O levantamento inclui pequenos de todas as regiões do país e demonstra que, para reduzir os altos índices de obesidade, é preciso mudar muitos hábitos alimentares - até mesmo nas pequenas refeições.

Por Luiza Monteiro
Atualizado em 27 out 2016, 21h48 - Publicado em 24 nov 2015, 18h16

A realidade é preocupante: mais de 30% dos meninos e meninas brasileiros menores de 5 anos de idade estão obesos, com sobrepeso ou em situação de risco para ultrapassar o seu peso ideal, de acordo com dados de 2014 do Sistema de Vigilância Alimentar Nutricional (Sisvan). Não é para menos. Nas últimas décadas, os hábitos alimentares da criançada têm mudado bastante por aqui – e para pior. Segundo a Pesquisa Nacional de Saúde de 2013, feita pelo Instituto Brasileiro de Geografia e Estatística (IBGE), 60,8% dos pequenos menores de 2 anos comem biscoitos e bolos com frequência; quando se trata de refrigerantes e sucos artificiais, 32% das crianças dessa faixa etária consomem essas bebidas no dia a dia. Some a isso a falta de atividade física e está explicado, pelo menos em parte, por que os nossos cidadãos mirins andam tão gordinhos. 
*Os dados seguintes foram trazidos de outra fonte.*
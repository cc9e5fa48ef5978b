"""Times of day and lengths of time as a person reads them, in UTC."""

from __future__ import annotations

from datetime import datetime

# Not strftime: the month's name must not hang on the locale of the computer.
_MONTHS = (
    *("January", "February", "March", "April", "May", "June", "July"),
    *("August", "September", "October", "November", "December"),
)


def clock(utc: str, seconds: bool = False) -> str:
    """Return the time of day of an ISO date in UTC, "2026-12-01T06:37:00Z" -> "06:37 UTC"."""
    return f"{datetime.fromisoformat(utc):{'%H:%M:%S' if seconds else '%H:%M'}} UTC"


def day_and_clock(utc: str) -> str:
    """Return a date with its time of day in UTC, "2026-12-01T06:37:00Z" -> "1 December, 06:37 UTC"."""
    date = datetime.fromisoformat(utc)
    return f"{date.day} {_MONTHS[date.month - 1]}, {clock(utc)}"


def duration(seconds: float) -> str:
    """Return a length of time in the words of a clock, 5400 -> "1 h 30 min"; seconds below two minutes."""
    if seconds < 120:
        return f"{seconds:.0f} s"
    hours, minutes = divmod(round(seconds / 60), 60)
    return f"{hours} h {minutes} min" if hours else f"{minutes} min"
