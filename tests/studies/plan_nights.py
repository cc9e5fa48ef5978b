"""The forecast against forty nights of nineteen pairs: the error bar that came out over the one foretold.

What is expected of a source is what its owner can say beforehand: its trend by the hour, the random walk or
the lines that it is known for; of flicker, twenty minutes of counts.
"""

from __future__ import annotations

from typing import Any

import numpy as np

from daq.description import Measurement
from daq.estimate import estimate_sums
from daq.estimate.sums import Sums
from daq.itinerary import Itinerary, compose, forecast, plan_of
from daq.itinerary.orders import FloatArray
from tests.examples import lantern, lantern_rig
from tests.studies.bench import generator_of
from tests.studies.plan_ripple import cells
from tests.studies.rows import Each, rows
from tests.studies.sources import SOURCES

NIGHTS = 40
HOURS = np.arange(11)
PILOTS, PILOT_S, PILOT_HZ = 10, 1200, 1e5
POINTS = 3  # of a gate
Wishes = dict[str, Any]


def study(nights: int = NIGHTS, each: Each = rows) -> dict[str, Any]:
    """Return the ratio for every source."""
    return {
        "about": "Lantern, 41 positions, 19 pairs; root mean square jackknife over forecast",
        "rows": each("plan_nights:row", {source: [source, nights] for source in SOURCES}),
    }


def row(source: str, nights: int) -> dict[str, Any]:
    """Return the ratio for one source."""
    generator = generator_of("plan nights", source)
    told = [_expected(source, generator) for _ in range(PILOTS if source == "flicker" else 1)]
    itinerary = compose(told[0], lantern_rig())
    foretold = [forecast(itinerary, measurement) for measurement in told]
    found = _came_out(itinerary, told[0], source, nights, generator)
    came_out = float(np.sqrt(np.mean(np.square(found))))
    ratios = [came_out / one.kappa_se for one in foretold]
    low, high = (0.8, 1.25) if source == "flicker" else (0.9, 1.1)
    return {
        "nights": nights,
        "foretold": foretold[0].kappa_se,
        "drift share": foretold[0].budget["drift"] / foretold[0].kappa_se,
        "ratio": float(np.median(ratios)),
        "ratio_se": came_out / foretold[0].kappa_se * _relative_se(found),
        "least": min(ratios),
        "most": max(ratios),
        "meets": {"ratio": low <= min(ratios) and max(ratios) <= high},
    }


def _came_out(
    itinerary: Itinerary, measurement: Measurement, source: str, nights: int, generator: np.random.Generator
) -> list[float]:
    """Return the jackknife standard error of every night; the source is averaged over each gate."""
    plan = plan_of(itinerary, measurement)
    inside = (np.arange(POINTS) + 0.5) / POINTS
    times_s = (itinerary.start_s[:, None] + itinerary.dwell_s[:, None] * inside).ravel()
    steady = itinerary.rates_hz[plan.position, plan.opening] * itinerary.dwell_s
    live = cells(itinerary.dwell_s, plan)
    found = []
    for strength in SOURCES[source](times_s, nights, generator):
        level = strength.reshape(-1, POINTS).mean(axis=1)
        value = cells(generator.poisson(steady * level).astype(float), plan)
        estimate = estimate_sums(Sums(value, live, value), plan)
        assert estimate.kappa_se is not None
        found.append(estimate.kappa_se)
    return found


def _relative_se(found: list[float]) -> float:
    """Return the relative standard error of a root mean square."""
    squares = np.square(found)
    return float(squares.std(ddof=1) / squares.mean() / 2 / len(found) ** 0.5)


def _expected(source: str, generator: np.random.Generator) -> Measurement:
    falling = (1 - 0.03 * HOURS).tolist()
    share = HOURS / 10
    known: dict[str, Wishes] = {
        "linear": {"level_by_hour": falling},
        "quadratic": {"level_by_hour": (1 - 0.1 * share - 0.2 * share**2).tolist()},
        "exponential": {"level_by_hour": (1 - 0.2 * -np.expm1(-HOURS)).tolist()},
        "random walk": {"drift_per_sqrt_hour": 0.03},
        "sine 20 min": _line(1200.0),
        "sine 60 min": _line(3600.0),
        "sine 180 min": _line(10800.0),
        "steps": {"drift_per_sqrt_hour": 0.02},
        "mix": {
            "level_by_hour": falling,
            "drift_per_sqrt_hour": (0.015**2 + 0.01**2) ** 0.5,
            **_line(1800.0),
        },
    }
    quiet = {"drift_per_sqrt_hour": 0.0, "level_by_hour": [1.0]}
    wishes = {f"expect__{key}": value for key, value in (quiet | known.get(source, {})).items()}
    if source == "flicker":
        wishes["pilot"] = {"counts": _pilot(source, generator)}
    return lantern(estimate__dead_time_s=0.0, estimate__dead_time_u_s=0.0, **wishes)


def _line(period_s: float) -> Wishes:
    return {"lines": [{"period_s": period_s, "amplitude": 0.02}]}


def _pilot(source: str, generator: np.random.Generator) -> list[int]:
    """Return the counts of twenty minutes of a source, a second each."""
    level: FloatArray = SOURCES[source](np.arange(PILOT_S, dtype=float), 1, generator)[0]
    counts: list[int] = generator.poisson(PILOT_HZ * level).tolist()
    return counts
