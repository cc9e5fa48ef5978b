"""Exclusions: half a percent of the visits lost while the source falls by 3 % an hour; no counting noise."""

from __future__ import annotations

from typing import Any

import numpy as np

from daq.estimate.arrays import FloatArray
from daq.estimate.irregular import irregular
from daq.estimate.levels import levels
from daq.estimate.plan import Plan
from daq.estimate.sensitivity import taken_visits
from daq.estimate.sums import Sums, Taking, sums_of
from daq.estimate.tables import kappa_of, tables_of
from daq.estimate.visits import Visits
from tests.studies.bench import generator_of, night, visits_of_counts
from tests.studies.rows import Each, rows
from tests.studies.sources import SOURCES

NIGHTS = 60
LOST = 0.005


def study(nights: int = NIGHTS, each: Each = rows) -> dict[str, Any]:
    """Return the rms error of kappa in counting standard errors, by what is done about the lost visits."""
    of = night()
    found = each("exclusions:errors", {"all": [nights]})["all"]
    return {
        "about": f"{len(of.plan.stand)} visits, {100 * LOST:g} % of them lost at random, -3 %/h, noise-free",
        "counting_se": of.counting_se,
        "rows": {name: _row(name, np.array(one) / of.counting_se) for name, one in found.items()},
    }


def errors(nights: int) -> dict[str, list[float]]:
    """Return the errors of kappa night by night; all nights share one generator, so they are one block."""
    of = night()
    generator = generator_of("exclusions", "linear")
    strength = SOURCES["linear"](of.time_s, 1, generator)[0]
    found: dict[str, list[float]] = {"whole stands dropped": [], "exposure scaled": [], "joint fit": []}
    found["lone visits dropped"] = []
    for _ in range(nights):
        visits = visits_of_counts(of, of.expected * strength)
        visits.good[:] = generator.random(len(visits.good)) >= LOST
        visits.used[of.plan.stand[~visits.good]] = False
        found["whole stands dropped"].append(_kappa(sums_of(visits, of.plan), of.plan))
        found["exposure scaled"].append(_kappa(_scaled(visits, of.plan), of.plan))
        found["joint fit"].append(_joint(visits, of.plan))
        lone = Taking(visits.good, *_nothing(visits))
        found["lone visits dropped"].append(_kappa(sums_of(visits, of.plan, lone), of.plan))
    return found


def _row(name: str, error: FloatArray) -> dict[str, Any]:
    rms, largest = float(np.sqrt(np.mean(error**2))), float(np.abs(error).max())
    meets = {"error": rms > 1} if name == "lone visits dropped" else {"error": largest <= 0.05}
    return {"nights": len(error), "rms": rms, "largest": largest, "meets": meets}


def _kappa(sums: Sums, plan: Plan) -> float:
    tables = tables_of(sums)
    return float(kappa_of(tables.rates, tables.measured, plan))


def _scaled(visits: Visits, plan: Plan) -> Sums:
    """Return sums over every good visit, the level of its stand as exposure."""
    taken = taken_visits(visits, plan, visits.good)
    assert taken is not None
    level, _ = levels(visits, plan, taken)
    return sums_of(visits, plan, Taking(visits.good, level[plan.stand], _nothing(visits)[1]))


def _joint(visits: Visits, plan: Plan) -> float:
    fitted = irregular(visits, plan)
    assert fitted is not None
    return float(kappa_of(fitted.tables.rates, fitted.tables.measured, plan))


def _nothing(visits: Visits) -> tuple[FloatArray, FloatArray]:
    return np.ones(len(visits.value)), np.zeros(len(visits.value))
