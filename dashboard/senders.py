"""Where a request comes from: by which name this computer was called, and by whose page."""

from __future__ import annotations

import ipaddress
from collections.abc import Collection
from urllib.parse import urlsplit

from flask import request

Refusal = tuple[int, str]


def is_loopback(host: str) -> bool:
    """Return whether an address to listen on is reached from this computer alone."""
    if host == "localhost":
        return True
    try:
        return ipaddress.ip_address(host).is_loopback
    except ValueError:
        return False


def wrong_sender(names: Collection[str] | None) -> Refusal | None:
    """Refuse other names for this computer (DNS rebinding) and what another site makes a browser send.

    Parameters
    ----------
    names
        Names by which the page may be called, besides any address in digits; None where it is called by
        this computer alone.
    """
    host = (urlsplit(f"//{request.host}").hostname or "").lower()
    if not (is_loopback(host) or (names is not None and (host in names or _is_address(host)))):
        remedy = "Start it with --name to call it so." if names is not None else ""
        return 421, f"This page does not answer to this name. {remedy}".strip()
    origin = request.headers.get("Origin")
    if origin is not None and urlsplit(origin).netloc != request.host:
        return 403, "This request comes from another site."
    site = request.headers.get("Sec-Fetch-Site", "none")
    is_link = request.method == "GET" and request.headers.get("Sec-Fetch-Mode") == "navigate"
    if site not in ("same-origin", "none") and not is_link:
        return 403, "This request comes from another site."
    return None


def own_page_asks() -> bool:
    """Return whether the browser says that this page's own script sent the request."""
    return request.headers.get("Origin") is not None or request.headers.get("Sec-Fetch-Site") == "same-origin"


def _is_address(host: str) -> bool:
    """Return whether a host is written in digits: a name server cannot make it another computer's."""
    try:
        ipaddress.ip_address(host)
    except ValueError:
        return False
    return True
Um dos passos mais importantes para mudar esse cenário é promover uma alimentação saudável e equilibrada desde cedo. E não pense que, para tanto, basta acrescentar frutas, verduras e legumes ao prato da meninada – é preciso, entre outras coisas, comer em uma frequência adequada. Isso significa que, além do café da manhã, do almoço e do jantar, é aconselhável também que os baixinhos façam pequenos lanches entre as refeições. A orientação vem da Sociedade Brasileira de Pediatria (SBP), que indica que a criança coma um alimento fonte de carboidrato, uma fruta, uma proteína e uma bebida nesses intervalos.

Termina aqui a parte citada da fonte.